Let me begin by asserting that I am not a nut. I assert this because today I'm going to talk about the ghost who resides in my home.

I grew up in a house teeming with spirits, something my sister and I understood well but never discussed until we were adults. We were "spook-sensitive" so to speak, and got used to the underlying tremble of homes that seemed empty but were (we knew) not. So when I walked into this house that first day with the realtor and experienced "the shiver" it was not particularly disturbing to me. I've felt the shiver many times, the sensation that air in a certain room or hallway is somehow thicker than it should be; a feeling of being watched, causing you to turn around to look at the nothing behind you; overall, the perception that you are not alone when in fact you are.

The house I now own, once a showplace I'm told, was worn out when I bought it, with sagging ceilings and battered woodwork. On closing day I found buckshot in the walls, leaking bathtubs, cracked linoleum, and one sleeping porch that looked like it would topple onto the driveway if a strong wind kicked up. Under the damage and abuse, though, I saw beauty, and as renovations over the next year progressed, its charm and splendor re-emerged. Still, the shiver remained.

My house, from what I can deduce from old papers, was built sometime in the mid-1800s and was occupied by a family named Storrs: the parents, Hiram E. and Eunice; and three children, Hiram H., Ida, and Mary. I've come across the names of family members Eunice, Ida, and Hiram H. only recently. Since 2003 when I bought the house, the only names I'd heard were Hiram E. (the father) and Mary Storrs, the latter of whom I assumed to be Hiram E.'s wife. And from Day One, I knew without question -- and without good reason -- that the ghost who occupied my upstairs hall was Mary Storrs.

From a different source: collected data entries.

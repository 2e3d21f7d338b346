/** The cautions that the product states, where a number asks for one. */
export const CAUTIONS = {
  samples: 'Samples are not proofs of optimality: a better assignment may exist.',
  rehearsal: 'From a rehearsal: a classical stand-in for checking settings, not a forecast of the machine.',
  sheet: 'Machine figures are what the steward entered; nothing is asked of the machine.',
  estimate: 'An estimate from the machine sheet’s own figures: the machine may take more or less.',
  bestFound: 'Best found is not a proof of optimality: a better state may exist.',
  provedAsGiven:
    'Proved for the coefficients as given. Whether the problem says what was meant needs a check of its own.',
  noneFound: 'None found proves nothing: a larger one may be found another way.',
  sufficient: 'Sufficient, not necessary: chains below it may still hold. Rehearse before you settle it.',
} as const
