/** Only ever resolved against: what does not stay on it leads to another site. */
const HERE = 'http://here.invalid'

/**
 * Where to go after signing in: the wanted path when it is one of this site, else the library. Another site's address
 * (also as `//site` or `/\site`, which browsers take for one) and the sign-in page itself are refused.
 */
export function nextPath(wanted: unknown): string {
  if (typeof wanted !== 'string' || !wanted.startsWith('/') || !URL.canParse(wanted, HERE)) return '/'
  const url = new URL(wanted, HERE)
  if (url.origin !== HERE || url.pathname.startsWith('//') || url.pathname === '/sign-in') return '/'
  return url.pathname + url.search + url.hash
}
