import type { Control } from '../../shared/engine/control'
import type { SearchClock } from './search-clock'
import { secondsOn, startClock } from './search-clock'

/** Up to when a task may work, on a clock that it shares with others. */
export interface Deadline {
  readonly clock: SearchClock
  readonly seconds: number
}

/** The control of a task that also takes the deadline for a cancellation. Starts the clock unless it runs already. */
export function untilDeadline<P>(control: Control<P>, { clock, seconds }: Deadline): Control<P> {
  startClock(clock)
  return { ...control, cancelled: () => control.cancelled() || secondsOn(clock) >= seconds }
}

/** Seconds that are left; 0 when there are none. */
export const secondsLeft = ({ clock, seconds }: Deadline): number => Math.max(0, seconds - secondsOn(clock))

In the beginning the sensation that some spirit was lurking around in the long second-floor hallway was only that: a sensation. I would sometimes stand at the top of the front stairs and suddenly feel a presence behind me. Then little things started to happen. My nephew Thad often spent the night and remarked several times that he'd caught sight of something passing by the bedroom doorway, something like the whisper and a glimpse of a long white dress. Twice in my first months here I felt the sigh of air against my cheek, once as I lay in bed, and again while sitting on the sofa in the upstairs study. These phenomena are easily explained away by the naysayers, of course. "Paranoia. Imagination. Breeze from a cracked-open window. The vapors." I don't bother to argue with naysayers because I know what I know. I know what I feel.

Upstairs hall
Also early on, I hosted a sort of "fun" and informal seance. There were several of us here, including both of my nephews. We were seancing in the dining room with all the doors closed, lights out, candles lit and so on to create the right ambience. At one point during the seance the room grew cold and my younger nephew Nick, then in his twenties, got very upset and said there was someone in the room wearing a Civil War uniform (more on this later). Shortly thereafter there was a loud bang on the doors that connected to the living room beyond, causing all of us to spin into hysterical frenzy. Since everybody in the house was in the dining room at the time (making all of us wonder just who [or what] banged on the opposite side of that door), we put a quick end to our seance and a permanent end to ghostbusting at my lovely though spooky address.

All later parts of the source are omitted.